If we want to continue thinking in terms of “us-vs-them”

I think this is mostly determined by economics, to what extent human thinking and AI are complementary goods to each other, and to what extent they're substitutes for each other. Right now AIs are still used by humans, but it seems to me that the market is heading toward putting humans out of jobs entirely, because an AI query costs much less than an AI-with-human-in-the-loop query.

the market is heading toward putting humans out of jobs entirely

I think so.

There will be some exceptions, e.g. humans who will choose to tightly merge with AIs or otherwise strongly upgrade, or some local economic activities in the communities which will deliberately pursue a non-automation path, but the economic status of most humans will probably be no different from the economic status of children or retirees (that is, if things go well).

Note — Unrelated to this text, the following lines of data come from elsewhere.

using Lampwarden.Analysis.Lamps;
using Lampwarden.Analysis.Uncertainty;
using Lampwarden.Analysis.Units;

namespace Lampwarden.Analysis.Prediction;

/// <summary>
/// Everything about a bench that is not exactly known, as a list of inputs; and the bench that one set of their values makes. Equal lamps
/// that are neighbours in one series or parallel part can be taken as one input for their mean, which is exact to first order.
/// </summary>
internal sealed class BenchInputs
{
    private readonly Mains mains;
    private readonly Bank bank;
    private readonly Unit unit;
    private readonly List<UncertainInput> inputs = [];
    private readonly List<Target> targets = [];

    public BenchInputs(Mains mains, Bank bank, Unit unit, PredictionSettings settings, bool joinEqualLamps = false)
    {
        (this.mains, this.bank, this.unit) = (mains, bank, unit);
        Add(UncertainInput.Normal("mains voltage", 1, settings.MainsUncertainty), Kind.Mains, []);
        var unitSigma = double.IsNaN(settings.UnitUncertainty) ? unit.DefaultUncertainty : settings.UnitUncertainty;
        Add(UncertainInput.Normal("unit", 1, unitSigma), Kind.Unit, []);
        Add(UncertainInput.Normal("room temperature", 0, settings.RoomUncertaintyKelvin), Kind.Room, []);
        foreach (var group in Groups(bank, joinEqualLamps))
        {
            AddLamps(bank.Lamps[group[0]], group);
        }

        Nominal = [.. inputs.Select(input => input.Nominal)];
    }

    private enum Kind
    {
        Mains,
        Unit,
        Room,
        Watts,
        Hot,
        Gas,
        Lead,
        Coil,
    }

    /// <summary>The inputs.</summary>
    public IReadOnlyList<UncertainInput> Inputs => inputs;

    /// <summary>Their values in the prediction itself.</summary>
    public double[] Nominal { get; }

    /// <summary>True for an input that only a transient feels: the coil factor.</summary>
    public bool IsTransientOnly(int input) => targets[input].Kind is Kind.Coil or Kind.Room;

    /// <summary>Mains volts of a set of values.</summary>
    public double MainsVolts(ReadOnlySpan<double> values) => mains.Volts * values[0];

    /// <summary>Factor on the unit's watts.</summary>
    public static double UnitFactor(ReadOnlySpan<double> values) => values[1];

    /// <summary>The unit of a set of values.</summary>
    public Unit UnitOf(ReadOnlySpan<double> values) => Scaled(unit, values);

    /// <summary>Any unit, with its rating as a set of values has it.</summary>
    public static Unit Scaled(Unit unit, ReadOnlySpan<double> values) => values[1] == 1 ? unit : unit.Scaled(values[1]);

    /// <summary>Temperature of the cold lamps.</summary>
    public double RoomKelvin(ReadOnlySpan<double> values) =>
        (bank.Lamps.FirstOrDefault(lamp => lamp.Filament is not null)?.Filament!.AmbientKelvin ?? Lamp.RoomKelvin) + values[2];

    /// <summary>The bank of a set of values.</summary>
    public Bank BankOf(ReadOnlySpan<double> values) => bank.With(LampsOf(values));

    /// <summary>The lamps of a set of values, in the bank's order.</summary>
    public IReadOnlyList<Lamp> LampsOf(ReadOnlySpan<double> values)
    {
        var lamps = bank.Lamps.ToArray();
        for (var input = 0; input < targets.Count; input++)
        {
            if (values[input] == Nominal[input])
            {
                continue;
            }

            foreach (var lamp in targets[input].Lamps)
            {
                lamps[lamp] = Moved(lamps[lamp], targets[input].Kind, values[input]);
            }
        }

        return lamps;
    }

    private static Lamp Moved(Lamp lamp, Kind kind, double value) => lamp.Filament is not { } filament
        ? lamp.WithOhms(lamp.ResistorOhms / value)
        : lamp.With(kind switch
        {
            Kind.Watts => filament with { Watts = filament.Watts * value },
            Kind.Hot => filament with { HotKelvin = value },
            Kind.Gas => filament with { GasShare = value },
            Kind.Lead => filament with { LeadShare = value },
            Kind.Coil => filament with { CoilFactor = filament.CoilFactor * value },
            _ => filament,
        });

    private static IEnumerable<int[]> Groups(Bank bank, bool join)
    {
        var network = bank.Network;
        var places = Enumerable.Range(0, network.Leaf.Length).Where(node => network.Leaf[node] >= 0)
            .Select(node => (Lamp: network.Leaf[node], Parent: join ? network.Parent[node] : node));
        return places.GroupBy(place => (place.Parent, bank.Lamps[place.Lamp].Filament)).Select(group => group.Select(place => place.Lamp).ToArray());
    }

    private void AddLamps(Lamp lamp, int[] group)
    {
        var tolerance = lamp.Tolerance;
        var name = lamp.Name;

        // The mean of n equal, independent lamps is known better by the root of n.
        var share = 1 / Math.Sqrt(group.Length);
        Add(UncertainInput.Normal($"watts of {name}", 1, tolerance.WattsShare * share), Kind.Watts, group);
        if (lamp.Filament is { } filament)
        {
            Add(UncertainInput.Normal($"filament temperature of {name}", filament.HotKelvin, tolerance.HotKelvin * share), Kind.Hot, group);
            Add(Between($"gas loss of {name}", filament.GasShare, tolerance.GasLow, tolerance.GasHigh), Kind.Gas, group);
            Add(Between($"lead loss of {name}", filament.LeadShare, tolerance.LeadLow, tolerance.LeadHigh), Kind.Lead, group);
            Add(UncertainInput.Normal($"coil factor of {name}", 1, tolerance.CoilShare * share), Kind.Coil, group);
        }

        UncertainInput Between(string text, double nominal, double low, double high) => group.Length == 1
            ? UncertainInput.Between(text, nominal, low, high)
            : new UncertainInput(text, nominal, 0.5 * (low + high), (high - low) / Math.Sqrt(12) * share, InputShape.Normal);
    }

    private void Add(UncertainInput input, Kind kind, int[] lamps)
    {
        if (input.Sigma > 0)
        {
            inputs.Add(input);
            targets.Add(new Target(kind, lamps));
        }
        else if (kind is Kind.Mains or Kind.Unit or Kind.Room)
        {
            // These three keep their places.
            inputs.Add(input);
            targets.Add(new Target(kind, []));
        }
    }

    private readonly record struct Target(Kind Kind, int[] Lamps);
}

So, yes, the problem of making sure that life is interesting and meaningful will definitely exist (if things go well). AIs might help finding various non-trivial solutions to this (since not everyone is happy simply pursuing arts, sciences, meditations, hikes, travels, and social life for their own sake).

So the question is, why might things go well, and what can we do to increase the chances of that...

(I cleaned up the formatting of this post a bit. There were some blockquotes that weren't proper blockquotes, and some lists that weren't proper bullet lists. Feel free to revert)

Thanks a lot!

(I think I am so used to Markdown that I am not handling correctly the fact that the dialogues seem to be in LessWrong Docs format. Is this a matter of what a given dialogue is set to in the beginning, or are dialogues inherently LessWrong Docs only?)

Dialogues are inherently LessWrong Docs because of the simultaneous editing features which we found pretty important for making things work.